- [WHAT TO PRODUCE]
Copy exactly the lines of the data below that run from the line holding "(1024, 10, 290)" through the line holding "assert found[0, 1] > 0.99", both ends included.

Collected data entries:
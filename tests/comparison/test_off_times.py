from dataclasses import replace

import numpy as np
import pytest

from wavegen.comparison.off_times import off_time_doubts, share_of_time_on
from wavegen.dsp.bursts import Bursts


@pytest.fixture
def gated(side, noise):
    on = np.repeat([1.0, 1e-3, 1e-3, 1e-3], 1 << 12).astype(np.float32)
    return side(noise(1 << 14) * on, "gated", loops=False)


@pytest.fixture
def steady(side, noise):
    return side(noise(1 << 14), "steady", loops=False)


def test_the_share_is_seen_where_nobody_gated(gated, steady):
    assert share_of_time_on(gated) == pytest.approx(0.25, abs=0.01)
    assert share_of_time_on(steady) is None
    assert share_of_time_on(replace(gated, duty=0.25)) is None
    assert share_of_time_on(replace(gated, signal=None)) is None


def test_off_times_are_told_of(gated, steady):
    assert off_time_doubts((steady, steady)) == []
    (text,) = off_time_doubts((steady, gated))
    assert text.startswith("gated is on for 25 % of the time only")
    (text,) = off_time_doubts((steady, replace(gated, duty=0.25)))
    assert text == "of gated the on-time is compared (25 % of the time), of steady all of the time"
    assert off_time_doubts((replace(gated, duty=0.25), replace(gated, duty=0.25))) == []


def test_few_bursts_are_told_of(gated):
    def of_bursts(count, **settings):
        runs = tuple((200 * k, 200 * k + 100) for k in range(count))
        bursts = Bursts(period_samples=1 << 14, runs=runs)
        return replace(gated, duty=0.25, bursts=bursts, **settings)

    (text,) = off_time_doubts((of_bursts(3), of_bursts(10)))
    assert text.startswith("the stimulus holds 3 bursts only")
    assert off_time_doubts((of_bursts(3, loops=True), of_bursts(10))) == []
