from dataclasses import replace
from fractions import Fraction

import numpy as np
import pytest

from wavegen.comparison.curves import PointsCurve
from wavegen.comparison.shaped_recipe import RegularGate, curve_text, recipe_text, spectrum_text
from wavegen.comparison.spectra import side_spectrum
from wavegen.recipe.load import load_text
from wavegen.sources.shaped import read_density

PLAIN = {
    "name": "twin",
    "title": 'A "twin" of \\ more\nthan one line',
    "seed": 3,
    "bandwidth_hz": None,
    "rate_hz": Fraction(1_625_000, 6),
    "n_samples": 4096,
    "gate": None,
}


def rows(text):
    return np.array(
        [line.split(",") for line in text.splitlines() if line[:1].isdigit() or line[0] == "-"],
        np.float64,
    )


def test_a_recipe_says_exactly_what_it_is_of():
    recipe = load_text(recipe_text(**PLAIN), name="twin").recipe
    assert recipe.sample_rate_hz == Fraction(1_625_000, 6)
    assert recipe.seed == 3
    assert recipe.title == 'A "twin" of \\ morethan one line'
    assert (recipe.signal.curve, recipe.signal.spectrum) == ("twin.curve.csv", "twin.spectrum.csv")
    assert recipe.signal.bandwidth_hz is None
    assert not recipe.stages


def test_a_bandwidth_takes_the_place_of_a_spectrum_and_a_gate_has_its_window():
    gate = RegularGate(period_samples=1024, on_samples=300, ramp_samples=10)
    text = recipe_text(**PLAIN | {"bandwidth_hz": Fraction(100_000, 3), "gate": gate})
    recipe = load_text(text, name="twin").recipe
    assert recipe.signal.bandwidth_hz == Fraction(100_000, 3)
    assert recipe.signal.spectrum is None
    within = recipe.signal.within
    assert (within.period_samples, within.first_samples, within.stop_samples) == (1024, 10, 290)
    assert len(recipe.stages) == 1


def test_the_curve_of_samples_goes_down_to_the_rarest(side, noise):
    found = rows(curve_text(side(noise(1 << 12)), 1 << 14))
    assert (np.diff(found[:, 0]) > 0).all()
    assert (np.diff(found[:, 1]) < 0).all()
    assert found[0, 1] > 0.99
    assert found[-1, 1] == pytest.approx(1 / (1 << 12))


def test_points_stay_what_they_are(side, noise):
    points = PointsCurve(
        levels=np.array([-10.0, 0.0, 5.0, 9.0]), probabilities=np.array([1.0, 0.4, 0.05, 0.0])
    )
    text = curve_text(replace(side(noise(1 << 12)), curve=points, n_samples=777), 4096)
    assert text.startswith("# n_samples: 777\n")
    assert rows(text).tolist() == [[0.0, 0.4], [5.0, 0.05]]


def test_a_spectrum_is_read_back(side, noise, tmp_path):
    found = side_spectrum(side(noise(1 << 14)))
    path = tmp_path / "spectrum.csv"
    path.write_text(spectrum_text(found))
    place = found.spectrum.frequencies_hz
    density = read_density(path, place)
    expected = found.spectrum.density / found.spectrum.density.max()
    strong = expected > 1e-6
    assert density[strong] == pytest.approx(expected[strong], rel=1e-3)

- [SOLVED PROBLEM]
    assert (within.period_samples, within.first_samples, within.stop_samples) == (1024, 10, 290)
    assert len(recipe.stages) == 1


def test_the_curve_of_samples_goes_down_to_the_rarest(side, noise):
    found = rows(curve_text(side(noise(1 << 12)), 1 << 14))
    assert (np.diff(found[:, 0]) > 0).all()
    assert (np.diff(found[:, 1]) < 0).all()
    assert found[0, 1] > 0.99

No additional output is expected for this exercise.